══ Material for this exercise ══

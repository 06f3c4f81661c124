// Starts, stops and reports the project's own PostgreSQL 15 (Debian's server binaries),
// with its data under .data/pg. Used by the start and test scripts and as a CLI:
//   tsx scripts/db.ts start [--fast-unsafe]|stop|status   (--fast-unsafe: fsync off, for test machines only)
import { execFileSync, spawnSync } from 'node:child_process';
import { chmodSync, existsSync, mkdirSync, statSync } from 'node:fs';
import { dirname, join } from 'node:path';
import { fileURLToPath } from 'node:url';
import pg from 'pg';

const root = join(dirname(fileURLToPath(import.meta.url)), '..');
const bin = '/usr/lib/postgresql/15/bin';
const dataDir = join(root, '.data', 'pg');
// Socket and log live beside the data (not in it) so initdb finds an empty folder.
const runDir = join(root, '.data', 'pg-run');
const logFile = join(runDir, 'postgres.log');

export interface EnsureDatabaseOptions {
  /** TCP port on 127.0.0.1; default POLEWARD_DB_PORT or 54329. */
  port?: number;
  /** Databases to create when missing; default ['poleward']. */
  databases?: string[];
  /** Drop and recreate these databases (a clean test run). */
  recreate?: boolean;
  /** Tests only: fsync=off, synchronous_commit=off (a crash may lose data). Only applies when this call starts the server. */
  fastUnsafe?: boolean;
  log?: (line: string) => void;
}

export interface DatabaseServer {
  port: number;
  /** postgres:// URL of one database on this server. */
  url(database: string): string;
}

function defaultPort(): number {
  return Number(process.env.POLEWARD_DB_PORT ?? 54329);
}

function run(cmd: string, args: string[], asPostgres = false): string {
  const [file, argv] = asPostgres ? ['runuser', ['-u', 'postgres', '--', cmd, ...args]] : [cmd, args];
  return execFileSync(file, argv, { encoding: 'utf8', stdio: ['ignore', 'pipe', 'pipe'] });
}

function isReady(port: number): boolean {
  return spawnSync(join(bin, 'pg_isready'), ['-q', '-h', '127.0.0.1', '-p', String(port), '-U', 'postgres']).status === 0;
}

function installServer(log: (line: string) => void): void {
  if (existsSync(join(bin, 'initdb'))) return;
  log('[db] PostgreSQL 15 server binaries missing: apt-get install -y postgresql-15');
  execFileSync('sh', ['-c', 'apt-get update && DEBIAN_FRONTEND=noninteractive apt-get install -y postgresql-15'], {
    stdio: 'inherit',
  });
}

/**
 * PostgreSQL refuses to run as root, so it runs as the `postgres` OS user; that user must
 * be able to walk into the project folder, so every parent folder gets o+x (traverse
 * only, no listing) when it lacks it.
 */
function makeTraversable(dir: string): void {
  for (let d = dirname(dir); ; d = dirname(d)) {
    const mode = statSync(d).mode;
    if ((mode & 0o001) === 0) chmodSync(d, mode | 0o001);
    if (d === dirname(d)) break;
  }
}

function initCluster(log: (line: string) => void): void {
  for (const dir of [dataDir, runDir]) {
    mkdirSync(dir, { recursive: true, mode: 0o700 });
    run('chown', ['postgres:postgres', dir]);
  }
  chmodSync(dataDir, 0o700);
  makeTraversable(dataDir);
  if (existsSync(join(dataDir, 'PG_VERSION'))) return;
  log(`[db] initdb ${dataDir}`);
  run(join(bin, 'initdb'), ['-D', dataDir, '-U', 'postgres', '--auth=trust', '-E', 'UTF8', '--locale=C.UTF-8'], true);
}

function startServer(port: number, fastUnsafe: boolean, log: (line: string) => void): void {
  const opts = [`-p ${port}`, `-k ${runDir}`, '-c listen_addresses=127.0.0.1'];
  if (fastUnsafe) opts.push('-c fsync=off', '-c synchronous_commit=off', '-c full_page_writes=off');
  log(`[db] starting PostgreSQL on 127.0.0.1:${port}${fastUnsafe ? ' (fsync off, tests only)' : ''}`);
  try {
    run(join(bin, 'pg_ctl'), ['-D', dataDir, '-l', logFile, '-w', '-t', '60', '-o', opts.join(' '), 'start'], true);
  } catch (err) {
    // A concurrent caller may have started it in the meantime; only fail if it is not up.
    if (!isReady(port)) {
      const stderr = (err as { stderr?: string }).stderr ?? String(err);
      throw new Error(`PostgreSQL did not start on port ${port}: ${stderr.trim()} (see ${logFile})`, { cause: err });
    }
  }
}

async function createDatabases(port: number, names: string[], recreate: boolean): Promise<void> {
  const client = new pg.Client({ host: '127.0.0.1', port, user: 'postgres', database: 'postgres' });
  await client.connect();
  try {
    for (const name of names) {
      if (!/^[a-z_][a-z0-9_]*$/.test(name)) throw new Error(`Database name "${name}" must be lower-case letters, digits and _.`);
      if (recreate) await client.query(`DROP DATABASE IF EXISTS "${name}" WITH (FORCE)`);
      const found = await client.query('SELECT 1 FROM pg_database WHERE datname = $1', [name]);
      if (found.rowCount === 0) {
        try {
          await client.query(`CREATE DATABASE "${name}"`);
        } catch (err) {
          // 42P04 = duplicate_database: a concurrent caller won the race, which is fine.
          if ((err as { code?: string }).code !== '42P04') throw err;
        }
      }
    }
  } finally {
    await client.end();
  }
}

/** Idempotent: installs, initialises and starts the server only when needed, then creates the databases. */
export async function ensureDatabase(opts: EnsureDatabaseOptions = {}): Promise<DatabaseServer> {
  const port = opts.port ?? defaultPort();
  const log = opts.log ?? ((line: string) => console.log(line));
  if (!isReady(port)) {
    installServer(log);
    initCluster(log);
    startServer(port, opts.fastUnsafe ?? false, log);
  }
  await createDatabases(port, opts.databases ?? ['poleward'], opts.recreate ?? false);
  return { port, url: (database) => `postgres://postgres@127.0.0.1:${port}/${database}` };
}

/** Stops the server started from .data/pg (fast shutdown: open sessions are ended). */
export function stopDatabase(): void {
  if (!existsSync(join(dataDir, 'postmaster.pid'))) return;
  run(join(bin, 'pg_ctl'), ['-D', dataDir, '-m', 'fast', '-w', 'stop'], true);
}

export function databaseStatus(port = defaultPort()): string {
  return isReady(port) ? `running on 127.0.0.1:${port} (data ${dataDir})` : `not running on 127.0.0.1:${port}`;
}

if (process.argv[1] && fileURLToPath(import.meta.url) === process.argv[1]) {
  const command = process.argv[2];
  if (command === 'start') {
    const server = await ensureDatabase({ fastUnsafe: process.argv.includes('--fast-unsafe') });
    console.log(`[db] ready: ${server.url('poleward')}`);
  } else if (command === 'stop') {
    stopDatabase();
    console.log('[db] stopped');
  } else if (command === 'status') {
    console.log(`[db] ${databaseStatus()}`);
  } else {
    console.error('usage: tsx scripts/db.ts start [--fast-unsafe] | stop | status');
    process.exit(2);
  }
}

═══

# Exercise
Pull every line holding "command" out of the records.

# Solution for this task
  const command = process.argv[2];
  if (command === 'start') {
  } else if (command === 'stop') {
  } else if (command === 'status') {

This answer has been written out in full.